How do we interact in immersive virtual reality?

What does the research tell us about the importance of avatars in VR experiences?

When NASA began to use VR to train astronauts as far back as the 1980s it recognised just how important immersion is to achieve best results.

This video of NASA VR training is over 30 years old.  It shows that the basic form of head-mounted VR displays hasn't changed that much in years.  Professor Anthony Steed of UCL thinks that in the rush to deliver more content, developers and engineers are in danger of overlooking some of the basic science about what works in VR environments.  He shared his thoughts on the importance of 'embodied cognition' in virtual environments in the first 2017 Whitehead Lecture, held at Goldsmiths College, University of London.
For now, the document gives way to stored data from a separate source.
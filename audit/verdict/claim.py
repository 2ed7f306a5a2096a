"""Parse a reported claim about one effect of a two-way ANOVA.

A claim is what a manuscript or an analyst says about an effect: a reported
test line (``F(2, 54) = 4.11, p = .022``), a p-value alone (``p < .05``), the
abbreviation ``ns``, or one of the words ``present`` / ``absent``.  An optional
label in front names the effect (``AB:``, ``A:``, ``B:``; unlabelled means the
interaction).  The parser keeps the reported precision (digits after the
decimal point) because reconciliation works with rounding intervals
(METHODS.md section 9).

Accepted forms (spaces optional, case-insensitive):

- ``F(2, 54) = 4.11, p = .022``; ``F[2, 54]``, ``F (2; 54)``, ``F(2, 54) < 1``
- ``p = .022``, ``p < .05``, ``p <= .05``, ``p > .10``, ``p = .000``, ``p = 2.3e-4``
- ``ns``, ``n.s.``, ``not significant`` (the effect is claimed absent at the claim's
  level); after a test line (``F(2, 54) = 1.20, ns``) they stand in for the p part
- ``present`` / ``absent``; ``significant`` is read as present
- a trailing effect size or MSE (``, partial eta^2 = .13``, ``, MSE = 13.2``) is ignored
- unicode minus and dashes, ``≤``/``≥``, non-breaking spaces, ``*`` / ``_`` emphasis
  marks and a final full stop are normalised away

Untrusted text is bounded before and after parsing: a claim longer than
:data:`MAX_CLAIM_CHARS` is refused before any regular expression sees it; every
number must have at most :data:`MAX_SIGNIFICANT_DIGITS` significant digits and lie
in the float range (no overflow to infinity, no nonzero value that underflows to 0
or below the smallest normal float); F and the df must be finite.  Errors echo the
claim through :func:`audit.errors.shorten`.  All of these raise
:class:`audit.errors.ClaimError`.
"""

from __future__ import annotations

import re
import sys
from dataclasses import dataclass
from typing import Mapping

from ..errors import ClaimError, OptionError, shorten

__all__ = ["Claim", "parse_claim", "EXAMPLES", "MAX_CLAIM_CHARS", "MAX_SIGNIFICANT_DIGITS"]

#: longest claim accepted, in characters (a reported test line is well under 100)
MAX_CLAIM_CHARS = 300
#: most significant digits accepted in a number of a claim (float64 carries 17)
MAX_SIGNIFICANT_DIGITS = 20

EXAMPLES = ("AB: F(2, 54) = 4.11, p = .022", "A: p < .001")

_EFFECT_WORDS = {
    "a": "A",
    "b": "B",
    "ab": "AB",
    "a:b": "AB",
    "a*b": "AB",
    "axb": "AB",
    "a×b": "AB",
    "interaction": "AB",
}

_TRANSLATE = {
    "\u2212": "-",  # minus sign
    "\u2013": "-",  # en dash
    "\u2014": "-",  # em dash
    "\u2010": "-",
    "\u2011": "-",
    "\u2012": "-",
    "\ufe63": "-",
    "\uff0d": "-",
    "\u2264": "<=",
    "\u2265": ">=",
    "\u2266": "<=",
    "\u2267": ">=",
    "\uff1d": "=",
    "\uff1c": "<",
    "\uff1e": ">",
    "\u00a0": " ",
    "\u2009": " ",
    "\u202f": " ",
    "\u2007": " ",
    "\uff08": "(",
    "\uff09": ")",
    "\uff0c": ",",
    "*": "",
}

_NUM = r"(?:\d+(?:\.\d*)?|\.\d+)(?:e-?\d+|e\+\d+)?"
_REL = r"<=|>=|=<|=>|==|<|>|="
_F_PART = (
    r"f\s*(?:[\(\[]\s*(?P<df1>" + _NUM + r")\s*[,;]\s*(?P<df2>" + _NUM + r")\s*[\)\]])?"
    r"\s*(?P<frel>" + _REL + r")\s*(?P<F>-?" + _NUM + r")"
)
_P_PART = r"p\s*(?P<prel>" + _REL + r")\s*(?P<p>-?" + _NUM + r")"
_P_ALONE = r"p\s*(?P<prel2>" + _REL + r")\s*(?P<p2>-?" + _NUM + r")"
_NS = r"(?P<ns>n\.?\s?s\.?|not\s+significant|non-?significant)"
_TRAIL = (
    r"(?:\s*[,;]\s*(?:partial\s+)?(?:eta|η|omega|ω|mse|ges|cohen'?s\s+[df]|[dfr])[^,;=<>]{0,12}"
    r"(?:=|<|>)\s*-?" + _NUM + r")*"
)
_TEST = re.compile(
    r"^(?:" + _F_PART + r"(?:\s*[,;\-]?\s*(?:" + _P_PART + r"|" + _NS + r"))?"
    r"|" + _P_ALONE + r")" + _TRAIL + r"$",
    re.I,
)
_BODY_START = r"(?:f\s*[\(\[=<>]|p\s*[<>=]|n\.?\s?s\.?$|not\s+significant|non-?significant|present|absent|significant)"
_LABELLED = re.compile(r"^(?P<label>.*?)\s*:\s*(?P<body>" + _BODY_START + r".*)$", re.I | re.S)
_RELATIONS = {"=": "=", "==": "=", "<": "<", ">": ">", "<=": "<=", "=<": "<=", ">=": ">=", "=>": ">="}


@dataclass(frozen=True, kw_only=True)
class Claim:
    """A reported claim about one effect, as parsed.

    Attributes
    ----------
    effect : str
        'A', 'B' or 'AB'.
    kind : str
        'test' (reported numbers), 'present' or 'absent' (words only; ``ns`` alone is
        'absent').
    df1, df2 : float or None
        Reported degrees of freedom (None when not given).
    F : float or None
        Reported F statistic.
    F_relation : str or None
        '=' normally; '<' for lines such as ``F(2, 54) < 1``.
    F_decimals : int or None
        Digits reported after the decimal point (4.11 -> 2); the rounding
        interval is F +- 0.5 * 10^-F_decimals.
    p : float or None
        Reported p-value (the bound for ``p < .05``).
    p_relation : str or None
        '=', '<', '>', '<=', '>=' or None (no p reported).
    p_decimals : int or None
        Digits after the decimal point, exponent included (2.3e-4 -> 5).
    ns : bool
        True when the claim says "ns" / "not significant" (no p value given).
    text : str
        The claim exactly as given.
    """

    effect: str
    kind: str
    df1: float | None = None
    df2: float | None = None
    F: float | None = None
    F_relation: str | None = None
    F_decimals: int | None = None
    p: float | None = None
    p_relation: str | None = None
    p_decimals: int | None = None
    ns: bool = False
    text: str = ""

    @property
    def has_test(self) -> bool:
        """True when the claim reports an F or a p value to reconcile."""
        return self.kind == "test" and (self.F is not None or self.p is not None)

    def to_dict(self) -> dict:
        return {
            "effect": self.effect,
            "kind": self.kind,
            "df1": self.df1,
            "df2": self.df2,
            "F": self.F,
            "F_relation": self.F_relation,
            "F_decimals": self.F_decimals,
            "p": self.p,
            "p_relation": self.p_relation,
            "p_decimals": self.p_decimals,
            "ns": self.ns,
            "text": self.text,
        }


def _decimals(token: str) -> int:
    """Digits after the decimal point, counting the exponent: '4.107' -> 3,
    '2.3e-4' -> 5, '4' -> 0, '12e3' -> 0 (never negative)."""
    t = token.lower()
    mant, _, exp = t.partition("e")
    d = len(mant.partition(".")[2])
    if exp:
        d -= int(exp)
    return max(d, 0)


def _fail(text: str, found: str, fix: str = "") -> ClaimError:
    return ClaimError(
        f"claim {repr(shorten(text))}: expected a reported test such as {EXAMPLES[0]!r} or {EXAMPLES[1]!r} "
        f"(or the words present / absent / ns, optionally after a label AB:, A: or B:); "
        f"found {shorten(found)}; fix: {fix or 'rewrite the claim in one of these forms'}."
    )


def _number(text: str, token: str, name: str) -> float:
    """A number of the claim, bounded: at most MAX_SIGNIFICANT_DIGITS significant digits,
    finite, and not a nonzero value outside the normal float range."""
    mant = token.lstrip("-").lower().partition("e")[0]
    digits = mant.replace(".", "").lstrip("0")
    if len(digits) > MAX_SIGNIFICANT_DIGITS:
        raise _fail(text, f"{name} = {token} ({len(digits):,} significant digits)",
                    f"give {name} with at most {MAX_SIGNIFICANT_DIGITS} significant digits, as reported")
    v = float(token)
    if v != v or v in (float("inf"), float("-inf")):
        raise _fail(text, f"{name} = {token}, beyond the float range (about 1.8e308)",
                    f"give the reported value of {name}, a finite number")
    if digits.rstrip("0") and abs(v) < sys.float_info.min:
        raise _fail(text, f"{name} = {token}, below the smallest normal float (about 2.2e-308)",
                    f"report a value this small as a bound, e.g. {name} < 1e-300")
    return v


def _normalise(text: str) -> str:
    s = "".join(_TRANSLATE.get(ch, ch) for ch in text)
    s = re.sub(r"\s+", " ", s).strip()
    s = re.sub(r"[.\s]+$", "", s) if not re.search(r"n\.?\s?s\.$", s, re.I) else s
    return s.strip()


def _label_key(label: str) -> str:
    return re.sub(r"\s+", "", label).lower()


def _effect_of_label(label: str, text: str, names: Mapping[str, str] | None) -> str:
    key = _label_key(label)
    if names:
        for name, eff in names.items():
            if _label_key(_normalise(str(name))) == key:
                if eff not in ("A", "B", "AB"):
                    raise OptionError(
                        f"claim labels: the label {repr(shorten(str(name)))} maps to {repr(shorten(str(eff)))}; expected 'A', 'B' or 'AB'; "
                        f"fix: map each factor or interaction name to one of them."
                    )
                return eff
    if key in _EFFECT_WORDS:
        return _EFFECT_WORDS[key]
    known = ["AB", "A", "B"] + [str(n) for n in (names or {})]
    raise _fail(
        text,
        f"the effect label {label!r}, which is none of {', '.join(repr(k) for k in known)}",
        "label the claim AB:, A: or B: (or leave the label out for the interaction)",
    )


def parse_claim(text: str, *, effect: str | None = None, names: Mapping[str, str] | None = None) -> Claim:
    """Parse one reported claim.

    Parameters
    ----------
    text : str
        The claim, e.g. ``"AB: F(2, 54) = 4.11, p = .022"``, ``"p < .05"``, ``"ns"``,
        ``"absent"``.  Unlabelled claims are about the interaction.
    effect : str, optional
        'A', 'B' or 'AB': overrides the claim's own label.
    names : mapping, optional
        Extra labels accepted in front of the claim, mapped to 'A', 'B' or 'AB'
        (for instance the factor names: ``{"supp": "A", "dose": "B", "supp:dose": "AB"}``).

    Returns
    -------
    Claim

    Raises
    ------
    audit.errors.ClaimError
        (an :class:`audit.errors.OptionError`) when the text is longer than
        :data:`MAX_CLAIM_CHARS`, not one of the accepted forms, a label is unknown,
        or a value is impossible (negative F, p outside [0, 1], df not positive) or
        unbounded (more than :data:`MAX_SIGNIFICANT_DIGITS` significant digits,
        outside the float range, not finite).
    """
    if not isinstance(text, str):
        raise _fail(repr(text), f"a {type(text).__name__}, not text", "pass the claim as a string")
    if len(text) > MAX_CLAIM_CHARS:
        raise ClaimError(
            f"claim {repr(shorten(text))}: expected at most {MAX_CLAIM_CHARS} characters (a reported test such "
            f"as {EXAMPLES[0]!r}); found {len(text):,}; fix: give only the test line of the claim.")
    if effect is not None and effect not in ("A", "B", "AB"):
        raise OptionError(
            f"claim effect: expected 'A', 'B' or 'AB'; found {repr(shorten(str(effect)))}; fix: name the effect the claim is about."
        )
    s = _normalise(text)
    if not s:
        raise _fail(text, "an empty claim")
    label_effect = "AB"
    m = _LABELLED.match(s)
    if m:
        label_effect = _effect_of_label(m.group("label"), text, names)
        s = m.group("body").strip()
    eff = effect or label_effect
    low = s.lower()
    if low in ("present", "significant"):
        return Claim(effect=eff, kind="present", text=text)
    if low == "absent":
        return Claim(effect=eff, kind="absent", text=text)
    if re.fullmatch(_NS, low, re.I):
        return Claim(effect=eff, kind="absent", ns=True, text=text)
    t = _TEST.match(s)
    if not t:
        raise _fail(text, f"{s!r}, which is not a reported F test, a p value or one of those words")
    g = t.groupdict()
    if g.get("p2") is not None:
        g["p"], g["prel"] = g["p2"], g["prel2"]
    df1 = _number(text, g["df1"], "df1") if g.get("df1") else None
    df2 = _number(text, g["df2"], "df2") if g.get("df2") else None
    for name, v in (("df1", df1), ("df2", df2)):
        if v is not None and not v > 0:
            raise _fail(text, f"{name} = {v:g}", "degrees of freedom are positive numbers")
    F = F_rel = F_dec = None
    if g.get("F") is not None:
        F = _number(text, g["F"], "F")
        if F < 0:
            raise _fail(text, f"F = {g['F']}", "an F statistic is never negative; check the sign")
        F_rel = _RELATIONS[g["frel"]]
        F_dec = _decimals(g["F"])
    p = p_rel = p_dec = None
    if g.get("p") is not None:
        p = _number(text, g["p"], "p")
        if not 0.0 <= p <= 1.0:
            raise _fail(text, f"p = {g['p']}", "a p value lies between 0 and 1")
        p_rel = _RELATIONS[g["prel"]]
        p_dec = _decimals(g["p"])
    return Claim(
        effect=eff,
        kind="test",
        df1=df1,
        df2=df2,
        F=F,
        F_relation=F_rel,
        F_decimals=F_dec,
        p=p,
        p_relation=p_rel,
        p_decimals=p_dec,
        ns=bool(g.get("ns")),
        text=text,
    )
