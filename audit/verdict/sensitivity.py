"""How much an "absent" claim is worth: sensitivity and equivalence for an effect's F test.

A large p value alone does not show that an interaction is absent; it may only show that
the design could not have detected it.  Two numbers answer that:

- :func:`detectable_interaction`: the smallest effect the classical F test of the design
  detects with the given power (default 80%) at alpha, as a partial eta squared (and
  Cohen's f) and as the size of the interaction terms in response units;
- :func:`equivalence_test`: a test that the effect is smaller than a stated bound
  (H0: effect >= bound; a small p supports "smaller than the bound").

Convention (stated in every result): the noncentrality of the F(df1, df2) test is
lambda = f^2 (df1 + df2 + 1), f^2 = eta_p^2 / (1 - eta_p^2), so that
eta_p^2 = lambda / (lambda + df1 + df2 + 1) (Cohen 1988, Statistical Power Analysis for the
Behavioral Sciences, 2nd ed., ch. 8-9, with the total N written as df1 + df2 + 1; Smithson
2003, Confidence Intervals, section 5; the same convention as the partial eta^2 intervals in
``audit.core`` and as statsmodels' ``ftest_power`` with ncc = 1).  The size in response
units uses the exact noncentrality of the classical F under true cell means,
lambda = sum_jk n_jk (ab)_jk^2 / sigma^2, with sigma^2 estimated by MS_error: the
n-weighted root mean square interaction term that gives lambda is
rms = sqrt(lambda MS_error / N).  In a 2 x 2 design every term is +-d, so rms = d.

The equivalence test follows Campbell & Lakens (2021), "Can we disprove the presence of an
effect? Equivalence tests for ANOVA" (British Journal of Mathematical and Statistical
Psychology; from memory): with the bound expressed as a noncentrality lambda_b,
p = P(F'(df1, df2, lambda_b) <= F_observed), the noncentral F's CDF at the observed F.

Numerics: every noncentral F probability goes through :func:`audit.core.ncf_tail`, which
calls scipy's noncentral F only inside the box of arguments where it is safe (outside it
scipy returns NaN, values above 1, runs for seconds, or aborts the process from C++) and
uses large-argument normal approximations beyond it (``method`` says so); infinite df2 is
the noncentral chi-square limit.  Root searches are bounded (200 iterations).  The
functions never raise on numbers: a value that cannot be computed is None with a note.  Options (bound, alpha, power) are checked and
raise :class:`audit.errors.OptionError`.
"""

from __future__ import annotations

import math
from dataclasses import dataclass

import numpy as np
from scipy import optimize, stats

from ..errors import OptionError

__all__ = [
    "CONVENTION",
    "DetectableEffect",
    "EquivalenceResult",
    "detectable_interaction",
    "equivalence_test",
    "detectable_noncentrality",
    "noncentral_f_sf",
    "noncentral_f_cdf",
]

CONVENTION = (
    "lambda = f^2 (df1 + df2 + 1), f^2 = eta_p^2 / (1 - eta_p^2) (Cohen 1988; Smithson 2003); "
    "response units: lambda = sum n_jk term_jk^2 / MS_error, rms = sqrt(lambda MS_error / N)"
)
EQUIVALENCE_SOURCE = (
    "Campbell & Lakens (2021), equivalence tests for ANOVA: p = noncentral F CDF at the observed F "
    "with the bound's noncentrality (from memory)"
)
_NCF = "noncentral F"
_NCX2 = "noncentral chi-square limit (df2 -> infinity)"
_APPROX = "noncentral F (large-argument normal approximations)"


@dataclass(frozen=True, kw_only=True)
class DetectableEffect:
    """The smallest effect an F test detects with the given power at alpha.

    Attributes
    ----------
    effect : str
        'AB' (or 'A', 'B').
    alpha, power : float
        The level and the target power.
    df1, df2 : float or None
        The test's degrees of freedom.
    noncentrality : float or None
        lambda giving that power.
    partial_eta_sq : float or None
        lambda / (lambda + df1 + df2 + 1).
    cohens_f : float or None
        sqrt(lambda / (df1 + df2 + 1)).
    rms_term : float or None
        n-weighted root mean square interaction term (response units) with that
        lambda: sqrt(lambda MS_error / N); None without an error variance.
    observed_partial_eta_sq : float or None
        The effect's partial eta squared in these data, for comparison.
    observed_rms_term : float or None
        sqrt(SS_effect / N): the observed counterpart of ``rms_term`` (interaction only).
    method : str or None
        'noncentral F', 'noncentral F (large-argument normal approximations)' or
        'noncentral chi-square limit (df2 -> infinity)'.
    convention : str
        The noncentrality convention used.
    note : str or None
        Why a value is missing, or which fallback was used.
    """

    effect: str
    alpha: float
    power: float
    df1: float | None
    df2: float | None
    noncentrality: float | None
    partial_eta_sq: float | None
    cohens_f: float | None
    rms_term: float | None
    observed_partial_eta_sq: float | None
    observed_rms_term: float | None
    method: str | None
    convention: str = CONVENTION
    note: str | None = None

    def to_dict(self) -> dict:
        return {k: getattr(self, k) for k in self.__dataclass_fields__}
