def moderated_variances(variances, counts, *, prior_df="auto", sampling=None):
    """Cell variances moderated toward the pooled variance (after Smyth 2004).

    Parameters
    ----------
    variances : ndarray (J, K)
        Cell variances (ddof 1); NaN where n <= 1 or the cell is empty.
    counts : ndarray (J, K)
        Cell sizes.
    prior_df : 'auto' or float
        'auto' estimates d0 by Smyth's moment method; a number fixes it
        (0: no moderation; ``math.inf``: every cell gets the pooled variance).
    sampling : tuple of ndarray (J, K), optional
        Mean and variance of log(s2 / sigma2) in each cell under the error
        shape simulated (default: normal errors, psi(d/2) - log(d/2) and
        psi'(d/2)).

    Returns
    -------
    post : ndarray (J, K)
        Moderated variances (NaN in empty cells; the pooled variance in n = 1
        cells, which have no variance of their own).
    d0 : float
        The prior df used (may be inf).
    pooled : float
        The pooled within-cell variance (NaN without within-cell df).
    """
    v = np.asarray(variances, dtype=float)
    n = np.asarray(counts, dtype=float)
    d = np.maximum(n - 1.0, 0.0)
    dfe = d[n > 0].sum()
    css = np.where(n > 1, np.nan_to_num(v) * d, 0.0)
    pooled = float(css.sum() / dfe) if dfe > 0 else math.nan
    use = (n > 1) & np.isfinite(v) & (v > 0)
    if isinstance(prior_df, str):
        if prior_df != "auto":
            raise OptionError(f"prior_df: expected 'auto' or a number >= 0, found {prior_df!r}; try 'auto'")
        samp = None if sampling is None else (np.asarray(sampling[0])[use], np.asarray(sampling[1])[use])
        d0 = _prior_df(v[use], d[use], samp)
    else:
        try:
            d0 = float(prior_df)
        except (TypeError, ValueError):
            raise OptionError(f"prior_df: expected 'auto' or a number >= 0, found {prior_df!r}; try 'auto'") from None
        if not (d0 >= 0):
            raise OptionError(f"prior_df: expected 'auto' or a number >= 0, found {prior_df!r}; try 'auto'")
    vv = np.where(n > 1, np.nan_to_num(v), 0.0)
    if math.isinf(d0):
        post = np.where(n > 0, pooled, np.nan)
    elif d0 == 0:
        post = np.where(n > 1, vv, np.where(n == 1, pooled, np.nan))
    else:
        post = np.where(n > 0, (d0 * pooled + d * vv) / (d0 + d), np.nan)
    return post, d0, pooled


# ----------------------------------------------------------------------------- simulation


def clopper_pearson(k: int, n: int, level: float = INTERVAL_LEVEL) -> tuple[float, float]:
    """Exact binomial interval for k successes in n trials (Clopper & Pearson 1934)."""
    a = 1.0 - level
    lo = 0.0 if k == 0 else float(stats.beta.ppf(a / 2, k, n - k + 1))
    hi = 1.0 if k == n else float(stats.beta.ppf(1 - a / 2, k + 1, n - k))
    return lo, hi


def _standardised_pool(fit, sd=None) -> np.ndarray:
    """Pooled standardised residuals e_i / s_cell * sqrt(n / (n - 1)) from the
    cells with a positive SD (``sd``: the cells' own SDs by default, from cells with
    n >= 3: the two residuals of a cell of 2 standardise to exactly -1 and +1 by its own
    SD, so they carry no shape, and resampling them would simulate two-point errors;
    with a given ``sd``, cells with n >= 2)."""
    cells = fit.cells
    n = cells.counts.ravel()
    own = sd is None
    sd = np.sqrt(cells.variances.ravel()) if sd is None else np.asarray(sd, dtype=float).ravel()
    cell = np.asarray(fit.obs.cell)
    ok = (n >= (3 if own else 2)) & np.isfinite(sd) & (sd > 0)
    keep = ok[cell]
    e = np.asarray(fit.resid_full, dtype=float)[keep]
    c = cell[keep]
    with np.errstate(divide="ignore", invalid="ignore"):
        scale = np.sqrt(n / np.maximum(n - 1.0, 1.0)) / sd
    return e * scale[c]


def _pool_moments(pool: np.ndarray) -> tuple[float, float, float, float]:
    """Mean, variance, third and fourth central moments of the pool (population
    moments: one draw with replacement has exactly these)."""
    m1 = float(pool.mean())
    c = pool - m1
    c2 = c * c
    return m1, float(c2.mean()), float((c2 * c).mean()), float((c2 * c2).mean())


def _moment_matched_cells(rng, counts, moments, R: int):
    """Cell means and centred SS of R datasets whose cells of sizes ``counts`` hold n
    i.i.d. draws from a distribution with the given moments (mean mu, variance s2, third
    and fourth central moments mu3, mu4), drawn from the large-n joint normal
    approximation of (mean, s^2) with their exact first and second moments:

        E mean = mu, Var mean = s2 / n;  E s^2 = s2,
        Var s^2 = (mu4 - s2^2 (n - 3) / (n - 1)) / n,  Cov(mean, s^2) = mu3 / n

    (the standard moments of the sample mean and variance; Cramer 1946, sec. 27.4).
    Two standard normals per cell and replication, independent of n; the centred SS
    (n - 1) s^2 is kept at or above 0.
    """
    mu, s2, mu3, mu4 = moments
    n = np.asarray(counts, dtype=float)
    sd_mean = np.sqrt(s2 / n)
    var_s2 = np.maximum((mu4 - s2 * s2 * (n - 3.0) / (n - 1.0)) / n, 0.0)
    sd_s2 = np.sqrt(var_s2)
    with np.errstate(divide="ignore", invalid="ignore"):
        rho = np.where(sd_mean * sd_s2 > 0, (mu3 / n) / (sd_mean * sd_s2), 0.0)
    rho = np.clip(rho, -1.0, 1.0)
    z = rng.standard_normal((R, 2, n.size))
    means = mu + sd_mean * z[:, 0]
    s2_draw = s2 + sd_s2 * (rho * z[:, 0] + np.sqrt(1.0 - rho * rho) * z[:, 1])
    css = (n - 1.0) * np.maximum(s2_draw, 0.0)
    return means, css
There are many ways to assess the 'success' of VR environments.  You can measure people's cognitive and emotional responses.  You can observe their behaviour or monitor their performance of tasks. Or you can simply ask them how they felt.  And you can measure the impact that 'self-representation' (or the use of avatars or other representations of the physical self) has on people’s performance in virtual environments.

Embodiment and the rubber hand illusion

The rubber hand illusion (in which a person can be tricked into believing a rubber hand is their own – and will react if the hand is harmed or threatened) can be replicated in virtual reality.  A significant proportion of people will attempt to pull away a threatened limb in a virtual environment.

Avatars help cognition

Research shows that in cognitive/memory tests, the use of a self-avatar and the ability to move [virtual] hands, significantly enhances task performance.

Why does VR work – and what next?

The research shows that VR works because the brain is plastic and can cope with – and adapt to – unrealistic environments.  And that avatars are important to help immerse us in the environment. Yet there's still a lot of work to be done to address a range of technical challenges.

  • Engineering – we need higher quality displays; lower latency and more tracking
  • User experience – more work to be done on mixed realities, augmented realities and environmental capture
  • Content capture – we must get to a point when capturing 3D content is as easy (and democratic) as capturing video is now.

Professor Anthony Steed is head of the Virtual Environments and Computer Graphics (VECG) group at University College London.

The Whitehead Lectures are organised by Goldsmith College's Departments of Computing and Psychology to explore diverse aspects of cognition, computation and culture.